For more information about the models, including the decisions we made around curtailing the number of categories, see here

Underlying Data¶

We use data from DMOZ, Shallalist, PhishTank, and a prominent Blacklist aggregator. For more details about how the underlying data, see here

Validation¶

We compare content categories according to the TrustedSource API with content category from Shallalist and the Shallalist model for all the unique domains in the comScore 2004 data:

Notes and Caveats¶

The DMOZ categorization system at tier 1 is bad. The category names are vague. They have a lot of subcategories that could easily belong to other tier 1 categories.

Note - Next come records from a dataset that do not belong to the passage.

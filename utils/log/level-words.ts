import type { ReadingField } from '#shared/domain/entry.schema'
import type { VesselFields } from '#shared/domain/vessel.schema'
import { cupBottomOf, gapOf, levelOf, litresIn } from '~/utils/plant/vessel-water'
import { litres, number } from '~/utils/words/numbers'
import type { Readings } from '~/utils/words/readings'

/** What the typed level or gap means: the other one, and the litres. */
export function levelHints(readings: Readings, vessel: VesselFields | null): Partial<Record<ReadingField, string>> {
  const level = levelOf(readings, vessel)
  const gap = gapOf(readings, vessel)
  const volume = litresIn(vessel, level)
  const hints: Partial<Record<ReadingField, string>> = {}
  if (readings.waterLevelCm !== null && volume !== null) hints.waterLevelCm = `${litres(volume)} left`
  if (readings.waterLevelCm === null && readings.airGapCm !== null && level !== null) hints.waterLevelCm = `${number(level)} cm by the air gap`
  if (readings.airGapCm === null && readings.waterLevelCm !== null && gap !== null) hints.airGapCm = `${number(gap)} cm by the water level`
  if (readings.airGapCm !== null && readings.waterLevelCm === null && volume !== null) hints.airGapCm = `${litres(volume)} left`
  return hints
}

function withLitres(levelCm: number, vessel: VesselFields | null): string {
  const volume = litresIn(vessel, levelCm)
  return `${number(levelCm)} cm${volume === null ? '' : ` (${litres(volume)})`}`
}

/** How high the water may go, told before anybody pours. */
export function limitWords(limitCm: number | null, vessel: VesselFields | null): string | null {
  if (limitCm === null) return null
  return `Fill to ${withLitres(limitCm, vessel)} at most. The roots above that breathe air and may be harmed under water.`
}

/** Said when a level lies above the rim: more often a slip of the finger than a flood. */
export function aboveRimWords(levelCm: number | null, vessel: VesselFields | null): string | null {
  if (levelCm === null || !vessel?.heightCm || levelCm <= vessel.heightCm) return null
  return `The vessel is only ${number(vessel.heightCm)} cm high, and this says ${number(levelCm)} cm. Please look once more; you can save it as it is.`
}

/** Said when a level lies above the limit. It never keeps anybody from saving. */
export function aboveLimitWords(levelCm: number | null, limitCm: number | null, vessel: VesselFields | null): string | null {
  if (levelCm === null || limitCm === null || levelCm <= limitCm) return null
  return `This is above the refill limit of ${withLitres(limitCm, vessel)}. Roots that breathe air may be harmed under water. If the water stands that high now, take some out. You can save it as it is.`
}

/**
 * Said on the day of set-up when the water ends below the net cup: nothing drinks there yet.
 * That the water touches the cup at the start is common practice, no source.
 */
export function belowCupWords(levelCm: number | null, vessel: VesselFields | null): string | null {
  const cupCm = cupBottomOf(vessel)
  if (levelCm === null || cupCm === null || levelCm >= cupCm) return null
  return `The water ends ${number(cupCm - levelCm)} cm below the net cup. Unless roots hang into it already, the plant dries out: fill until the cup touches the water, at ${withLitres(cupCm, vessel)}. You can save it as it is.`
}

That means a) it would likely be hard to classify well at tier 1 and b) not very valuable. So we choose not to predict tier 1 DMOZ categories.
The association between patterns in domain names and the kind of content they host may change over time. It may change as new domains come online and as older domains are repurposed. All this likely happens slowly. But, to be careful, we add a year variable in our functions. Each list and each model is for a particular year.
Imputing the kind of content hosted by a domain may suggest to some that domains carry only one kind of content. Many domains don’t. And even when they do, the quality varies immensely. So we can predict at the URL level also. And it is something we hope to add over time. See TODO for our plans.
There are a lot of categories where we do not expect domain names to not have any systematic patterns. Rather than make noisy predictions using just the data from domain names, we plan to tackle this prediction task with some additional data. See TODO for our plans.

Authors¶

Suriyan Laohaprapanon and Gaurav Sood

Contributor Code of Conduct¶

The project welcomes contributions from everyone! In fact, it depends on it. To maintain this welcoming atmosphere, and to collaborate in a fun and productive way, we expect contributors to the project to abide by the Contributor Code of Conduct

License¶

The package is released under the MIT License.